For Solutions on Health Care, look to Europe, not { to Canada } (286 hits)
The Canadian health-care system is opaque, unconcerned with patient satisfaction and, of course, has lengthy waiting times for medical services as a defining feature. Canadians are aware of these problems but many accept them as the unfortunate but inevitable consequence of universal coverage; that's because they believe our model is better than what many posit as the only alternative, a supposedly wholly private American-style system that leaves millions uninsured and without access to quality care.
But the Canada-U.S. comparison is stale and unhelpful. A better one is to compare Canada with Europe. There, universal coverage is achieved through a publicly-funded system but without the inefficiencies and delays that plague Canadian health care. The gap between the quality of health care enjoyed by most Europeans and that received by Canadians is strikingly large. A recent Frontier Centre study compares Canada with European countries on a wide variety of indicators of health care quality and ranks Canada 23rd out of the 32 nations surveyed.

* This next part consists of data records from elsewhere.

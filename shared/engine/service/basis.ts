import { MINUS } from '../../units/format';

/** Where a factor comes from, in a few plain words; made here so that screens, reports and tests say the same. */
export const BASIS = {
  asGiven: 'as given',
  biasCurve: 'bias curve',
  beyondBiasCurve: 'bias curve, extended beyond its last point',
  noBias: 'no DC voltage',
  noRating: 'no rated voltage given: bias left out',
  biasEstimate: (caseKnown: boolean, code: string | null): string =>
    `estimated by V/V rated${caseKnown ? ' and case' : ', case unknown'}${code ? '' : `, ${BASIS.unknownDielectric}`}`,
  doesNotLose: (what: string): string => `${what} does not lose with voltage`,
  temperatureCurve: 'temperature curve',
  beyondTemperatureCurve: 'temperature curve, held beyond its end',
  atReference: 'at its reference temperature',
  limits: (code: string): string => `${code} limits`,
  outsideLimits: (code: string, low_C: number, high_C: number): string =>
    `${code} limits, outside its ${celsius(low_C)} … ${celsius(high_C)} °C`,
  unknownLimits: 'dielectric unknown: ±15 % stands in',
  usualDrift: (what: string): string => `usual drift of ${what}`,
  unknownDielectric: 'dielectric unknown: taken as class 2',
  ownRate: 'own rate',
  noAgeing: (what: string): string => `${what} does not age`,
  noAgeingLaw: (what: string): string => `no ageing by hours assumed for ${what}`,
  usualRate: (code: string): string => `usual rate of ${code}`,
  atReferenceAge: 'at the reference age',
  noTolerance: 'no tolerance given',
  letter: (letter: string, end: 'low' | 'nominal' | 'high'): string =>
    `letter ${letter}, ${end === 'nominal' ? 'middle' : `${end} end`}`,
} as const;

const celsius = (temperature: number): string => String(temperature).replace('-', MINUS);
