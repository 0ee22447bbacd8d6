import { spawn } from 'node:child_process';
import { root } from './install.mjs';

/** Runs Node.js with the arguments in the project's folder, sharing the terminal. */
export const runNode = (args) => spawn(process.execPath, args, { cwd: root, stdio: 'inherit' });

/** Hands signals to the children and leaves, with the first one's exit status, when it ends. */
export function passOn(children) {
  for (const signal of ['SIGINT', 'SIGTERM', 'SIGHUP'])
    process.on(signal, () => {
      for (const child of children) child.kill(signal);
    });
  for (const child of children)
    child.on('exit', (status, signal) => {
      for (const other of children) if (other !== child) other.kill('SIGTERM');
      process.exitCode ??= status ?? (signal ? 1 : 0);
    });
}
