import type { DielectricLimits } from './dielectric';

type Limits = readonly [lowest_percent: number, highest_percent: number];
type Table<T> = Readonly<Record<string, T>>;

/** EIA-198: lowest temperature, highest temperature, change from the 25 °C value. */
const EIA_LOW_C: Table<number> = { X: -55, Y: -30, Z: 10 };
const EIA_HIGH_C: Table<number> = { 2: 45, 4: 65, 5: 85, 6: 105, 7: 125, 8: 150, 9: 200 };
const EIA_CHANGE: Table<Limits> = {
  A: [-1, 1],
  B: [-1.5, 1.5],
  C: [-2.2, 2.2],
  D: [-3.3, 3.3],
  E: [-4.7, 4.7],
  F: [-7.5, 7.5],
  P: [-10, 10],
  R: [-15, 15],
  S: [-22, 22],
  T: [-33, 22],
  U: [-56, 22],
  V: [-82, 22],
};

/** IEC 60384-9/-22, from memory (no readable copy was found): change from the 20 °C value without voltage; range by the last digit. */
const IEC_CHANGE: Table<Limits> = {
  B: [-10, 10],
  C: [-20, 20],
  D: [-30, 20],
  E: [-56, 22],
  F: [-80, 30],
  R: [-15, 15],
  X: [-15, 15],
};
const IEC_RANGE_C: Table<readonly [number, number]> = {
  1: [-55, 125],
  2: [-55, 85],
  3: [-40, 85],
  4: [-25, 85],
  6: [10, 85],
};

const own = <T>(table: Table<T>, key: string): T | undefined =>
  Object.hasOwn(table, key) ? table[key] : undefined;

function limits(
  code: string,
  range: readonly [number, number],
  reference_C: number,
  change: Limits,
): DielectricLimits {
  const [lowest, highest] = change;
  return {
    code,
    class: lowest <= -56 ? 3 : 2,
    low_C: range[0],
    high_C: range[1],
    reference_C,
    lowest: lowest / 100,
    highest: highest / 100,
  };
}

/** EIA-198 class 2 or 3 code (letter, digit, letter), upper case; null for anything else. */
export function readEiaClass2(code: string): DielectricLimits | null {
  if (code.length !== 3) return null;
  const low_C = own(EIA_LOW_C, code[0]);
  const high_C = own(EIA_HIGH_C, code[1]);
  const change = own(EIA_CHANGE, code[2]);
  if (low_C === undefined || high_C === undefined || change === undefined) return null;
  return limits(code, [low_C, high_C], 25, change);
}

/** IEC 60384 class 2 short code (2, letter, digit), upper case; null for anything else. */
export function readIecClass2(code: string): DielectricLimits | null {
  if (code.length !== 3 || code[0] !== '2') return null;
  const change = own(IEC_CHANGE, code[1]);
  const range = own(IEC_RANGE_C, code[2]);
  return change && range ? limits(code, range, 20, change) : null;
}
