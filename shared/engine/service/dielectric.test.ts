import { describe, expect, it } from 'vitest';
import { readDielectric } from './dielectric';

const combine = (...sets: string[]): string[] =>
  sets.reduce<string[]>((all, set) => all.flatMap((head) => [...set].map((sign) => head + sign)), ['']);

describe('dielectric codes', () => {
  it('reads every class 2 code of the table, and only class 3 for the steep ones', () => {
    const codes = combine('XYZ', '2456789', 'ABCDEFPRSTUV');
    expect(codes).toHaveLength(252);
    for (const code of codes) {
      const read = readDielectric(code);
      expect(read).toMatchObject({ code, class: /[UV]$/.test(code) ? 3 : 2, reference_C: 25 });
      expect(read && read.high_C > read.low_C).toBe(true);
    }
  });

  it('reads every class 1 code whose multiplier the tables agree on', () => {
    for (const code of combine('CBLAMPRSTVU', '0123678', 'GHJKLMN'))
      expect(readDielectric(code)).toMatchObject({ code, class: 1, reference_C: 25 });
    for (const code of combine('CBLAMPRSTVU', '459', 'GHJKLMN')) expect(readDielectric(code)).toBeNull();
  });

  it('gives limits as fractions and slopes in ppm/K', () => {
    expect(readDielectric('X7R')).toEqual({
      code: 'X7R',
      class: 2,
      low_C: -55,
      high_C: 125,
      reference_C: 25,
      lowest: -0.15,
      highest: 0.15,
    });
    expect(readDielectric('Y5V')).toMatchObject({ low_C: -30, high_C: 85, lowest: -0.82, highest: 0.22 });
    expect(readDielectric('Z5U')).toMatchObject({ low_C: 10, high_C: 85, lowest: -0.56, highest: 0.22 });
    expect(readDielectric('U2J')).toMatchObject({ slope_ppmPerK: -750, tolerance_ppmPerK: 120 });
    expect(Object.is((readDielectric('C0G') as { slope_ppmPerK: number }).slope_ppmPerK, 0)).toBe(true);
  });

  it('takes what people type', () => {
    for (const typed of ['C0G', 'c0g', ' COG ', 'NP0', 'npo'])
      expect(readDielectric(typed)).toMatchObject({ code: 'C0G', class: 1, tolerance_ppmPerK: 30 });
    expect(readDielectric(' x5r\n')?.code).toBe('X5R');
  });

  it('reads IEC short codes from 20 °C', () => {
    expect(readDielectric('2R1')).toMatchObject({
      class: 2,
      reference_C: 20,
      low_C: -55,
      high_C: 125,
      lowest: -0.15,
    });
    expect(readDielectric('2F4')).toMatchObject({
      class: 3,
      low_C: -25,
      high_C: 85,
      lowest: -0.8,
      highest: 0.3,
    });
    expect(readDielectric('2d6')).toMatchObject({ class: 2, low_C: 10, lowest: -0.3, highest: 0.2 });
  });

  it.each([
    '',
    'X',
    'X7',
    'X7RR',
    'X3R',
    'W7R',
    'X7G',
    'X7Z',
    'C0R',
    '2A1',
    '2R5',
    '2R',
    'PP',
    'polymer',
    '__proto__',
  ])('knows no %s', (code) => expect(readDielectric(code)).toBeNull());
});
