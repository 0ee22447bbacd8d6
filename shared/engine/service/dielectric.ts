import { readClass1 } from './dielectric-class-1';
import { readEiaClass2, readIecClass2 } from './dielectric-class-2';

interface CodeRange {
  code: string;
  /** Temperatures that the code speaks of, °C. */
  low_C: number;
  high_C: number;
  /** Where the change is zero by definition, °C. */
  reference_C: number;
}

/** Class 1: a straight line over temperature. */
export interface DielectricSlope extends CodeRange {
  class: 1;
  slope_ppmPerK: number;
  /** ±. */
  tolerance_ppmPerK: number;
}

/**
 * Class 2 and 3: limits between which the change lies. 3 stands for the high-permittivity kinds (EIA letters U and V, IEC 2E and
 * 2F), which lose far more with voltage and time; IEC counts them among class 2.
 */
export interface DielectricLimits extends CodeRange {
  class: 2 | 3;
  /** Largest loss and gain as fractions, e.g. −0.15 and 0.15. */
  lowest: number;
  highest: number;
}

export type Dielectric = DielectricSlope | DielectricLimits;

/** As often typed: with the letter O for the digit, or by the older name. */
const ALIASES: Readonly<Record<string, string>> = { COG: 'C0G', NP0: 'C0G', NPO: 'C0G', COH: 'C0H' };

/**
 * What a ceramic's dielectric code says, or null for what is no such code; upper or lower case, spaces around it ignored.
 * EIA-198 class 1 (`C0G`, `U2J`) and class 2 (`X7R`, `Y5V`) by their tables, IEC 60384-9/-22 class 2 short codes (`2R1`).
 */
export function readDielectric(code: string): Dielectric | null {
  const typed = code.trim().toUpperCase();
  const known = ALIASES[typed] ?? typed;
  return readEiaClass2(known) ?? readClass1(known) ?? readIecClass2(known);
}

One critical difference between European health-care systems and Canada's is that Europeans rarely endure the stressful and often painful waiting periods with which Canadian patients are all too familiar.So how do they do it? European governments embrace delivery models that foster competition between insurers and providers within a universal publicly funded system, and which by their design reward excellence among health-care institutions and professionals.
In Sweden, for example, hospitals compete for customers and are paid (by the government) a per-treatment fee for each different service provided. This approach has led to dramatic increases in hospital productivity and efficiency since its introduction in the early 1990s; it has provided a powerful incentive for hospitals to focus on the needs of health-care consumers.